PROBLEM REQUIREMENTS
Work out how many lines in the following entries contain the string "isinstance", and write only that number.

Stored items
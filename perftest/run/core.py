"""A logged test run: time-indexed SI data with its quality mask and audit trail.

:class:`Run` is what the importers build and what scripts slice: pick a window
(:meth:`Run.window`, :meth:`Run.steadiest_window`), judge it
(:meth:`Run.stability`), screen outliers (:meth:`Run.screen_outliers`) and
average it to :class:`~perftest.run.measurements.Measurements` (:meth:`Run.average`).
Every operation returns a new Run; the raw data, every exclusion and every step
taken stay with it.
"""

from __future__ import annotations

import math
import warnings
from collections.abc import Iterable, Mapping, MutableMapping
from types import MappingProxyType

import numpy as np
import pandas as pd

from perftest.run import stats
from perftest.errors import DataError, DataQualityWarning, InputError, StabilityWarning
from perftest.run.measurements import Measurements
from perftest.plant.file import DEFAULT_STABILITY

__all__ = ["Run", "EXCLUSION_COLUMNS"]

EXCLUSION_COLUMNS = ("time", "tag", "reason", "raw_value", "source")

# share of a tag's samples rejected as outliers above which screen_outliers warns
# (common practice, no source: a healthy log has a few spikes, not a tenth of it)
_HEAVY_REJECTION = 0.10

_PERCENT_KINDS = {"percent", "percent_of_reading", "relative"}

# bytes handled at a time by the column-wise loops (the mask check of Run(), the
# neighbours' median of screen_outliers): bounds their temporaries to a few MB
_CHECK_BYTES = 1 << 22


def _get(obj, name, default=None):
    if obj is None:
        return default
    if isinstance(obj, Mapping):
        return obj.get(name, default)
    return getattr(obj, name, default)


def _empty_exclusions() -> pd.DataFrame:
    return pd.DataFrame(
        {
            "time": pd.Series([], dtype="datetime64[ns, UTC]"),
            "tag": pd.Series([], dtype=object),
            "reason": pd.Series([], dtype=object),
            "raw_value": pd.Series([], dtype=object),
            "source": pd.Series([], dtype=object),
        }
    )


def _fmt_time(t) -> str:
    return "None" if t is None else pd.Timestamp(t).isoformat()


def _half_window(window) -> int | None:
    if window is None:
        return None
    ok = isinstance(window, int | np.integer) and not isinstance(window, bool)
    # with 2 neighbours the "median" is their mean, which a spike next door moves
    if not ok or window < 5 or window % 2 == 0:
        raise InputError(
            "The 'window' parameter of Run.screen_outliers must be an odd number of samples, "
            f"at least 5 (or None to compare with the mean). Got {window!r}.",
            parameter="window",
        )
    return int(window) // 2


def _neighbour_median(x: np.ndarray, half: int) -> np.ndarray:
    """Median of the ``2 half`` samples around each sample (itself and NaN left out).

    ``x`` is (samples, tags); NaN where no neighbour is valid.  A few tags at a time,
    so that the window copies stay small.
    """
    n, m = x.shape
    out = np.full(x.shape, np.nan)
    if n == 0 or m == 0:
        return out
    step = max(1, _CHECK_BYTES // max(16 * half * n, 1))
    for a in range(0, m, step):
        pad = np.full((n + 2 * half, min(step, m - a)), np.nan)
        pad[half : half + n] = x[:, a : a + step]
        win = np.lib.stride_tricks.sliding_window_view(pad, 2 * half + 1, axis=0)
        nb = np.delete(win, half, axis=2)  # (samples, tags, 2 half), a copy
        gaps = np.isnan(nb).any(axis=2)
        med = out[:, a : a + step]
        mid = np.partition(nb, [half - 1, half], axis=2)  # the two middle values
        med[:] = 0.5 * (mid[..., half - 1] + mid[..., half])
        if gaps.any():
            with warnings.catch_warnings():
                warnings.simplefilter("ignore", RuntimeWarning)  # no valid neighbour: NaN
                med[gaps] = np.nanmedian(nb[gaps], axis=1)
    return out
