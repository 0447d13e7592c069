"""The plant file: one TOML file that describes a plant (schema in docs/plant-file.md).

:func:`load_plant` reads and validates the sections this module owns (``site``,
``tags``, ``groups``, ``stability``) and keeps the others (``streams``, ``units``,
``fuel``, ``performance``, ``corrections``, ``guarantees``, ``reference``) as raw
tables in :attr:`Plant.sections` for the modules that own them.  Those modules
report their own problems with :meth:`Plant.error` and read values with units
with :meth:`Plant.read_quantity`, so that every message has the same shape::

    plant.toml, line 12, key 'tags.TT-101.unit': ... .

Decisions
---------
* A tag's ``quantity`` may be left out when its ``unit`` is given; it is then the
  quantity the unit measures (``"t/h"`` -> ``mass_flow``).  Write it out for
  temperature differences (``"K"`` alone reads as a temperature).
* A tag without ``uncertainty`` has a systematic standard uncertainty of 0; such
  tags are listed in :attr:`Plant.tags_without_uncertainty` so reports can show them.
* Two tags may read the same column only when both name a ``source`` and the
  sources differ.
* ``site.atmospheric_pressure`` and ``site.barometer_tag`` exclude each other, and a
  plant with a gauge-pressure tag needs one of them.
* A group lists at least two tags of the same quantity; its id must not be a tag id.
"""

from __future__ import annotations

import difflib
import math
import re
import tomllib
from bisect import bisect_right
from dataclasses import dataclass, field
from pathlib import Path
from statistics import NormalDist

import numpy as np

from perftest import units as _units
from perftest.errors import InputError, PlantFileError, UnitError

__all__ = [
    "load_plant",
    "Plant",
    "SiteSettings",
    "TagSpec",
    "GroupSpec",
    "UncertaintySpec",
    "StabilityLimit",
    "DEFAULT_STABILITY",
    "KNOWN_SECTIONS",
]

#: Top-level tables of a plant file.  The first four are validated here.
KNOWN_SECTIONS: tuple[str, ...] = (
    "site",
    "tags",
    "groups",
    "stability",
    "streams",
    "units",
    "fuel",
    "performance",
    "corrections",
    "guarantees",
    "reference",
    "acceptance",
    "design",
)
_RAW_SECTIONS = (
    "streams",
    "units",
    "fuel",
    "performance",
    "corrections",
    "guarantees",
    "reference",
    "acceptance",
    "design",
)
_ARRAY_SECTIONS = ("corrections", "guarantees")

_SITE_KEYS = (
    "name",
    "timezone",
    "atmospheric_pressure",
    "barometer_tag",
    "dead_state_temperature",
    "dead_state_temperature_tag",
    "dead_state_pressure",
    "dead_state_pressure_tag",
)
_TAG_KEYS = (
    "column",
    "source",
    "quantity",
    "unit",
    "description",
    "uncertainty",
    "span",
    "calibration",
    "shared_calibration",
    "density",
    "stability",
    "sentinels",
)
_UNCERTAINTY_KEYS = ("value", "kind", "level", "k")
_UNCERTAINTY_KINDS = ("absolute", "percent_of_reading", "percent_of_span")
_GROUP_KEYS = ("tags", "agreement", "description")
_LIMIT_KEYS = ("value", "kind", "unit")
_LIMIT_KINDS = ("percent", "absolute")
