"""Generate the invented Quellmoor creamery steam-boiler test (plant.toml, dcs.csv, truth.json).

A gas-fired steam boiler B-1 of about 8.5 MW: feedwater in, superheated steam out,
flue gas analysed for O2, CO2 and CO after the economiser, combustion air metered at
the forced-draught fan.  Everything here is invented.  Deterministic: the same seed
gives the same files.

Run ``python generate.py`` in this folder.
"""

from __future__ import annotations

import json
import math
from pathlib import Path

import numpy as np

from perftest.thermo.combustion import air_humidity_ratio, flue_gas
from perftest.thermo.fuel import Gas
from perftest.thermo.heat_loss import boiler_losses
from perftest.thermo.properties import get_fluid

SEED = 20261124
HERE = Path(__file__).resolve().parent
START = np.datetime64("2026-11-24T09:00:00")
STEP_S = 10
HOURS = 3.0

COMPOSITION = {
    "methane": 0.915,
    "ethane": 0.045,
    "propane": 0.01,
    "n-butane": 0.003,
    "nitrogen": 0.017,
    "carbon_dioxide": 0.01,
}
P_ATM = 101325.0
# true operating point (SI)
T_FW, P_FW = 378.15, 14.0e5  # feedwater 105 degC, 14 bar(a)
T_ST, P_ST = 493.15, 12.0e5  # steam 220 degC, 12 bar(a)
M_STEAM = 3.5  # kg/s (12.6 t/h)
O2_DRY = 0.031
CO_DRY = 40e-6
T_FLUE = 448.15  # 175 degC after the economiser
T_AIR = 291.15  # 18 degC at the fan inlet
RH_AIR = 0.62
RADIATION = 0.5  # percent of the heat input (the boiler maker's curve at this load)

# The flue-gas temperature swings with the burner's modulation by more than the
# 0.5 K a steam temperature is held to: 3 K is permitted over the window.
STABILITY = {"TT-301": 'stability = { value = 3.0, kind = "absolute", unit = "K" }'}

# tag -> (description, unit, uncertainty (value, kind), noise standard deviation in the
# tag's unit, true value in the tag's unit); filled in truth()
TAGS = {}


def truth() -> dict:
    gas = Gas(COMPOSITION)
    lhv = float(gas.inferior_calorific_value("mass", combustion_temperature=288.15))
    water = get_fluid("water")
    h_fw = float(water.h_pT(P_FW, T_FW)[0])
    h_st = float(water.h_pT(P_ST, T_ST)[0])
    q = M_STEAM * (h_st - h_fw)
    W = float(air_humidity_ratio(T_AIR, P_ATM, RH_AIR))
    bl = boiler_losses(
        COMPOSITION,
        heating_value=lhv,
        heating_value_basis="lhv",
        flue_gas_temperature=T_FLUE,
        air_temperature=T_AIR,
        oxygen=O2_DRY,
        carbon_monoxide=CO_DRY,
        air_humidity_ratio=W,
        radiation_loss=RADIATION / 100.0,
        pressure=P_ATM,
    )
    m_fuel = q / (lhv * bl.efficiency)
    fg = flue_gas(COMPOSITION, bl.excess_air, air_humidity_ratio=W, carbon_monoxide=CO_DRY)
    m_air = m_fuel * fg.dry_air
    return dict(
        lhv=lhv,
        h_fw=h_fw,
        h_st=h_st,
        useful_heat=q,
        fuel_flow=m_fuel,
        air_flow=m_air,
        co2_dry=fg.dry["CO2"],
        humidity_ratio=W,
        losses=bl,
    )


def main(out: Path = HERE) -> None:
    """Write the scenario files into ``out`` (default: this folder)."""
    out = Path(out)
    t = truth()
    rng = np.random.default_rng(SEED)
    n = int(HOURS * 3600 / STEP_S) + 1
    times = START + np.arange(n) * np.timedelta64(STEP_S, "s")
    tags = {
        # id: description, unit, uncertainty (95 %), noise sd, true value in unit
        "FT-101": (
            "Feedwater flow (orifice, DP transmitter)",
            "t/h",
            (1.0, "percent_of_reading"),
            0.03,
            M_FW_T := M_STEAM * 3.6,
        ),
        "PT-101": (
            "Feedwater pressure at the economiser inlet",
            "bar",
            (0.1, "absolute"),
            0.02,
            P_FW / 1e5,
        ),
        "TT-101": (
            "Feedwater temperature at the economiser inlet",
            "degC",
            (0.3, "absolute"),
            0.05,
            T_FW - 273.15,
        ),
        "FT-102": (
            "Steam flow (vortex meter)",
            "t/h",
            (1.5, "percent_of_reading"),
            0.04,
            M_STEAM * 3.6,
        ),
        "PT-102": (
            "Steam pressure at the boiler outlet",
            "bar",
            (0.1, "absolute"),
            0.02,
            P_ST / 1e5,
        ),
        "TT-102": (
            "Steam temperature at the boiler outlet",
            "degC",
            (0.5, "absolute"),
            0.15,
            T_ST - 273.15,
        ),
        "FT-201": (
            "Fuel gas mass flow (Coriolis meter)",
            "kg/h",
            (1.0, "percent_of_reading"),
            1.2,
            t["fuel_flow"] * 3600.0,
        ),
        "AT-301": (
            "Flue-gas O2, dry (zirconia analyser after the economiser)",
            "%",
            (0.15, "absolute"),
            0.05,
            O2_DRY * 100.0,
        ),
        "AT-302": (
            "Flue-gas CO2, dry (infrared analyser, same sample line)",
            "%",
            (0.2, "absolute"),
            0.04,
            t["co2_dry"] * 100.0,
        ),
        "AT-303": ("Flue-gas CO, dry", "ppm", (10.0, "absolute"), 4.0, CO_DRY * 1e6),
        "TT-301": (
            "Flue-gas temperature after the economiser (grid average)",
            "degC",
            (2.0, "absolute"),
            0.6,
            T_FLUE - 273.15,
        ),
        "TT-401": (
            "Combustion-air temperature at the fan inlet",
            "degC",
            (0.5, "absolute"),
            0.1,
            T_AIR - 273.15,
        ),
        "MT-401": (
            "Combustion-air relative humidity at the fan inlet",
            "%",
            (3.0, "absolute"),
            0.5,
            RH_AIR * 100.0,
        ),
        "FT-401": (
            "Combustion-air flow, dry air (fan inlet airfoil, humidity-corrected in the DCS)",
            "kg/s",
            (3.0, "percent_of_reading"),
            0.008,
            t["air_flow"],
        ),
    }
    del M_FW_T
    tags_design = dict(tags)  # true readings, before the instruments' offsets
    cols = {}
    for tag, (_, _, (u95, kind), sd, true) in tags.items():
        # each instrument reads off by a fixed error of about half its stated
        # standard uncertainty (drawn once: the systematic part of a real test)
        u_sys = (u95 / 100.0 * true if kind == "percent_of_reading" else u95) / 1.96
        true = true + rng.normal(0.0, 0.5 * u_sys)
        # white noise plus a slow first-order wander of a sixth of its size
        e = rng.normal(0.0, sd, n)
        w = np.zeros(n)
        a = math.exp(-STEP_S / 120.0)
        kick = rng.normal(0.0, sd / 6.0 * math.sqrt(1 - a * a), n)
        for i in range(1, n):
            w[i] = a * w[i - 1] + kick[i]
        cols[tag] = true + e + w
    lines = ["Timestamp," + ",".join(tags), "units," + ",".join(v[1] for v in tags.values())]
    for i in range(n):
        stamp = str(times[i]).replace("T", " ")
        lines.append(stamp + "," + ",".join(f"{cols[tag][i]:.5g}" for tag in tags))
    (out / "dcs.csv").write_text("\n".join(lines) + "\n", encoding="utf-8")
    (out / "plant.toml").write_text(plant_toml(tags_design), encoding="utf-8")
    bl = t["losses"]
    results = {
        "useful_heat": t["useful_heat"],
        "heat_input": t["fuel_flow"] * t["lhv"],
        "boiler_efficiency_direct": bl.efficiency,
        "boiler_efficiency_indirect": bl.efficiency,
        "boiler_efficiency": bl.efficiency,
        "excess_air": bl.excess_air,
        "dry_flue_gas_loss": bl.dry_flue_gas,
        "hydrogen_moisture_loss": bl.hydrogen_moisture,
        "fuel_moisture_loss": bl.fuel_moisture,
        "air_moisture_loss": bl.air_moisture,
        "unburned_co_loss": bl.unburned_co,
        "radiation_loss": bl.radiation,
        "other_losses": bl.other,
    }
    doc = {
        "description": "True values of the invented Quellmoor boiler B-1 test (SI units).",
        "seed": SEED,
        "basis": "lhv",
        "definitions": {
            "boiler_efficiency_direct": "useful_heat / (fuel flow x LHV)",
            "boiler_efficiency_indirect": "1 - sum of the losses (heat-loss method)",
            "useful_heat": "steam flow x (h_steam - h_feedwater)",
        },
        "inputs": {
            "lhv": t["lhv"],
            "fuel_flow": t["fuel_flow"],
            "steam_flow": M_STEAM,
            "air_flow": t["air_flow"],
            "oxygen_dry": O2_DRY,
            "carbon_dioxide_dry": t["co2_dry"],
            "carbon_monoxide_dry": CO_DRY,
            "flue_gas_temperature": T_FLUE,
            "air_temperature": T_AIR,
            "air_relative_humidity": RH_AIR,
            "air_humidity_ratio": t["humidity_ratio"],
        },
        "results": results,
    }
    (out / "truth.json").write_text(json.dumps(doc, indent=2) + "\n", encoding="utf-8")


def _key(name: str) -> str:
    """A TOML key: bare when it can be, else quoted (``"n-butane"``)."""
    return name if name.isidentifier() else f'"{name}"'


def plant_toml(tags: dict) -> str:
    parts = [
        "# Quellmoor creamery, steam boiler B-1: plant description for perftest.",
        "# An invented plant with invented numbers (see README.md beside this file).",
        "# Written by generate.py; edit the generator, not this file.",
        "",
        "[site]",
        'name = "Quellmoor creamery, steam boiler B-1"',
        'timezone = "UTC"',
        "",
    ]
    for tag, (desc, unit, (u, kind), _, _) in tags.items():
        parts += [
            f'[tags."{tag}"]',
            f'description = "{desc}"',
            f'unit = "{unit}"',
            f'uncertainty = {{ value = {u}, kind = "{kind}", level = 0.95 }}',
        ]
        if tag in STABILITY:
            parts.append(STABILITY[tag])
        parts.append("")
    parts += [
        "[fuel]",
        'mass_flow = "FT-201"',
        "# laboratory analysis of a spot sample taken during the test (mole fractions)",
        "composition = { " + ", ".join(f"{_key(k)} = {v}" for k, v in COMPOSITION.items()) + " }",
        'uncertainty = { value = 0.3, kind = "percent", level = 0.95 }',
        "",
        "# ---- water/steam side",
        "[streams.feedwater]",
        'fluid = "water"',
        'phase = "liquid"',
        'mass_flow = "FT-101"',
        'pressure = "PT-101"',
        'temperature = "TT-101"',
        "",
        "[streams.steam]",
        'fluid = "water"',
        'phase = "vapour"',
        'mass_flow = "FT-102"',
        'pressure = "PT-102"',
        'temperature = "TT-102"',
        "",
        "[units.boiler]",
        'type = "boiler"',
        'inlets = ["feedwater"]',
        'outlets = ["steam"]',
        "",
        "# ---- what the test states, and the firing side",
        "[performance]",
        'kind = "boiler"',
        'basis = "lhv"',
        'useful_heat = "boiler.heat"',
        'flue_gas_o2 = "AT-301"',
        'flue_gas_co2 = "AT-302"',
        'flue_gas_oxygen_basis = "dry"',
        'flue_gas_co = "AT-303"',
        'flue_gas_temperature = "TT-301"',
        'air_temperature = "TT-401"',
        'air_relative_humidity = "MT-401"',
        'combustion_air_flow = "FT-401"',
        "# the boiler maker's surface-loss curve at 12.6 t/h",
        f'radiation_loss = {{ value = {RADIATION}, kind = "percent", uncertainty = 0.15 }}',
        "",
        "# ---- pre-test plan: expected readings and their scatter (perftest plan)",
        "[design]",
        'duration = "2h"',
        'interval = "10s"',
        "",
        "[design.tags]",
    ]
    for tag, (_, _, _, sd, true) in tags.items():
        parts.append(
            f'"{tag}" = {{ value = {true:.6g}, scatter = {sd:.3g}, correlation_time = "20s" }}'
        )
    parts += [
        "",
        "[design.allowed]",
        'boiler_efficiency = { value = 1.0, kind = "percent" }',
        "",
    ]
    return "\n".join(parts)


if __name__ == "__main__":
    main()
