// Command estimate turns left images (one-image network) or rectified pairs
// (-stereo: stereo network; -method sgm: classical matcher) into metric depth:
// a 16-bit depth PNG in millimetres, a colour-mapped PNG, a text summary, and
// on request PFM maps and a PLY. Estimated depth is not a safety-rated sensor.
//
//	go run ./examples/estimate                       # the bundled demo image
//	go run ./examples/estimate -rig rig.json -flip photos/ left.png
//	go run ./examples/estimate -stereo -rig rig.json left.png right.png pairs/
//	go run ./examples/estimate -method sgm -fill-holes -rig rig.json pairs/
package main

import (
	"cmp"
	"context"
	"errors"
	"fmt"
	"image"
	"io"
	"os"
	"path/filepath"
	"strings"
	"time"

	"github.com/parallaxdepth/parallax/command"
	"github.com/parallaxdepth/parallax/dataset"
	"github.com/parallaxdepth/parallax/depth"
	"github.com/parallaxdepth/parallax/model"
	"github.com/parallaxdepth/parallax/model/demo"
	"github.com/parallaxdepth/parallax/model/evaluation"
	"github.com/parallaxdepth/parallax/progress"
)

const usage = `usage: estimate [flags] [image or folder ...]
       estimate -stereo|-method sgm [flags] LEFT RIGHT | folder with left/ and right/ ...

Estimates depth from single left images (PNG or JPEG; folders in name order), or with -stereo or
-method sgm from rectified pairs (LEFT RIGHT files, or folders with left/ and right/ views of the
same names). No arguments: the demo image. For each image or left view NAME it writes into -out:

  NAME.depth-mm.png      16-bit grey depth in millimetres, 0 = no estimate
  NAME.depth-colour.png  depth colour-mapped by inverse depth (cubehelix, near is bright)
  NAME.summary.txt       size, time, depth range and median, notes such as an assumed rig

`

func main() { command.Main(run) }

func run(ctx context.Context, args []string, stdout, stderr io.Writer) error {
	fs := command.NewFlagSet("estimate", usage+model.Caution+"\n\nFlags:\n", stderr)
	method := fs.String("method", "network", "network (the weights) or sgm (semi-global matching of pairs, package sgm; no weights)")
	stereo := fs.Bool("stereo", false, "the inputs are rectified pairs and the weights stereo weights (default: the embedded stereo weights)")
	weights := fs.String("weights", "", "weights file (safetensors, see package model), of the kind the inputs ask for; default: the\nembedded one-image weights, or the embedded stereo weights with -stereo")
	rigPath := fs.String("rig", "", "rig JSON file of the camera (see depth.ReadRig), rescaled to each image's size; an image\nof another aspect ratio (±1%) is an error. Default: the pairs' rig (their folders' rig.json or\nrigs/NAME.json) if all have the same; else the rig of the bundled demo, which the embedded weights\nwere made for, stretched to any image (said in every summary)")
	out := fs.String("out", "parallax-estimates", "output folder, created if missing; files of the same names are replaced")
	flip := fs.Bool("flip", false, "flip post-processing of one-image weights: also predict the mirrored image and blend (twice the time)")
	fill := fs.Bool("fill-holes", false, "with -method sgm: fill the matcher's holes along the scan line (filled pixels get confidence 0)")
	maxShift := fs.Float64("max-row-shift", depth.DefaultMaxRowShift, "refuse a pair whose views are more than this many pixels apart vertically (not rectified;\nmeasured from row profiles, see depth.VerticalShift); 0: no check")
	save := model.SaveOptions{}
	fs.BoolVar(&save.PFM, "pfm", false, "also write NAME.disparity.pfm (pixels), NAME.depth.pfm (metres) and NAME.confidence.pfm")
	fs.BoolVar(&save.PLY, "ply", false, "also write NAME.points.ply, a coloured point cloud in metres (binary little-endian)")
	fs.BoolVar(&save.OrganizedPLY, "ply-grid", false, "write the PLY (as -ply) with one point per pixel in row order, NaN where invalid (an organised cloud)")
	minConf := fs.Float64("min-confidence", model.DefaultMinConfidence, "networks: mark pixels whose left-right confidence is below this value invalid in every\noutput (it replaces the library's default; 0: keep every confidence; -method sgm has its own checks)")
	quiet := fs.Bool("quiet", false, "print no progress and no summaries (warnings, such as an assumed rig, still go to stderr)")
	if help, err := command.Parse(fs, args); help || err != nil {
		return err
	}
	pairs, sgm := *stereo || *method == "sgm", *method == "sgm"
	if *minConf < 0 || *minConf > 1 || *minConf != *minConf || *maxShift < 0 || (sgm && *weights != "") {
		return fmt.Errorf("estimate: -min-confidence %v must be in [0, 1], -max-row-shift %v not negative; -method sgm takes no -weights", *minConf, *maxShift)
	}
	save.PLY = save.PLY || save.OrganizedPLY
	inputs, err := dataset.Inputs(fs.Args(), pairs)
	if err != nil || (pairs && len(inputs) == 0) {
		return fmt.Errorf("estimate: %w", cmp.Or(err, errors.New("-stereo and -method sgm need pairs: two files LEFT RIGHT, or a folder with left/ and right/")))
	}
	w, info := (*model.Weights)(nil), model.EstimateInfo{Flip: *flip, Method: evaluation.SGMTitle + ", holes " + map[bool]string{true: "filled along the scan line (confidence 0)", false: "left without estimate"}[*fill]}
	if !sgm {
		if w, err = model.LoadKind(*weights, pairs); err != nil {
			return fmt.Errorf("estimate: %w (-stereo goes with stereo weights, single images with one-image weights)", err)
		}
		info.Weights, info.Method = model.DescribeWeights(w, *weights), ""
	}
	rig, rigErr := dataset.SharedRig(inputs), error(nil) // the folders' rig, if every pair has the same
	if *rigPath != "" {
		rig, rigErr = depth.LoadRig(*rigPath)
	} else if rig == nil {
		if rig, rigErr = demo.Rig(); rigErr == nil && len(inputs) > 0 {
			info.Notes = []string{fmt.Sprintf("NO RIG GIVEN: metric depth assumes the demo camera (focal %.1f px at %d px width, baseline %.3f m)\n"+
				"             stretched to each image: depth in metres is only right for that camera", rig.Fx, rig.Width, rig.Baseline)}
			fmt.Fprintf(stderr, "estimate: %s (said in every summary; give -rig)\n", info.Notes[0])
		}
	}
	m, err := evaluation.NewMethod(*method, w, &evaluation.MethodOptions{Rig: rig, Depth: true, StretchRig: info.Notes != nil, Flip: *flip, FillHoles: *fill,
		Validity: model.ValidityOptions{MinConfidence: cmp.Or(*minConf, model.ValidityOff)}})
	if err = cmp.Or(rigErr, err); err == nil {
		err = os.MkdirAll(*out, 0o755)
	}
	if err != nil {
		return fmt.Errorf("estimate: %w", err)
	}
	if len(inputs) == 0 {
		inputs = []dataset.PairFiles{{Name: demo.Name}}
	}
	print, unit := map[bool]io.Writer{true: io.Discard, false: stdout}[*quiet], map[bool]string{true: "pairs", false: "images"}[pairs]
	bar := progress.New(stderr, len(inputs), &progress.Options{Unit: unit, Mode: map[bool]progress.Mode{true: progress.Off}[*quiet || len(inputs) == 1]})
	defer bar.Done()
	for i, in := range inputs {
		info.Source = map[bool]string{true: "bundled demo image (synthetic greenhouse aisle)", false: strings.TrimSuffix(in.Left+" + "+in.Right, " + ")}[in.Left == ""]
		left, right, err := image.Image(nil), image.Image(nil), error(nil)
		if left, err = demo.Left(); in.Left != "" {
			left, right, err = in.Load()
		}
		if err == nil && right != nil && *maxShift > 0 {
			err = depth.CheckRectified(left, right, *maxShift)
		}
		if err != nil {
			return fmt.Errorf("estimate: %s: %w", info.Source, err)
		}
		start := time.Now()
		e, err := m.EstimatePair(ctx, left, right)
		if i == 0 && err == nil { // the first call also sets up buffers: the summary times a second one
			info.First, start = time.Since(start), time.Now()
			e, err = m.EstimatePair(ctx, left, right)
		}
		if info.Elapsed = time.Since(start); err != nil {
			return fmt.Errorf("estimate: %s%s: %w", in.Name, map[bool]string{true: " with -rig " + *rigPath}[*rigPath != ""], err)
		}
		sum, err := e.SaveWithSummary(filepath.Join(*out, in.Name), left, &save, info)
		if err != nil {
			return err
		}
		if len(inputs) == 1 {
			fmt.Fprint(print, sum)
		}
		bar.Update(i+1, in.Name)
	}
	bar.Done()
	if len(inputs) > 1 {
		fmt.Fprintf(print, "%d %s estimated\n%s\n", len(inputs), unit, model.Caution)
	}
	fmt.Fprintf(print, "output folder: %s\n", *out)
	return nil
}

FINAL ANSWER
2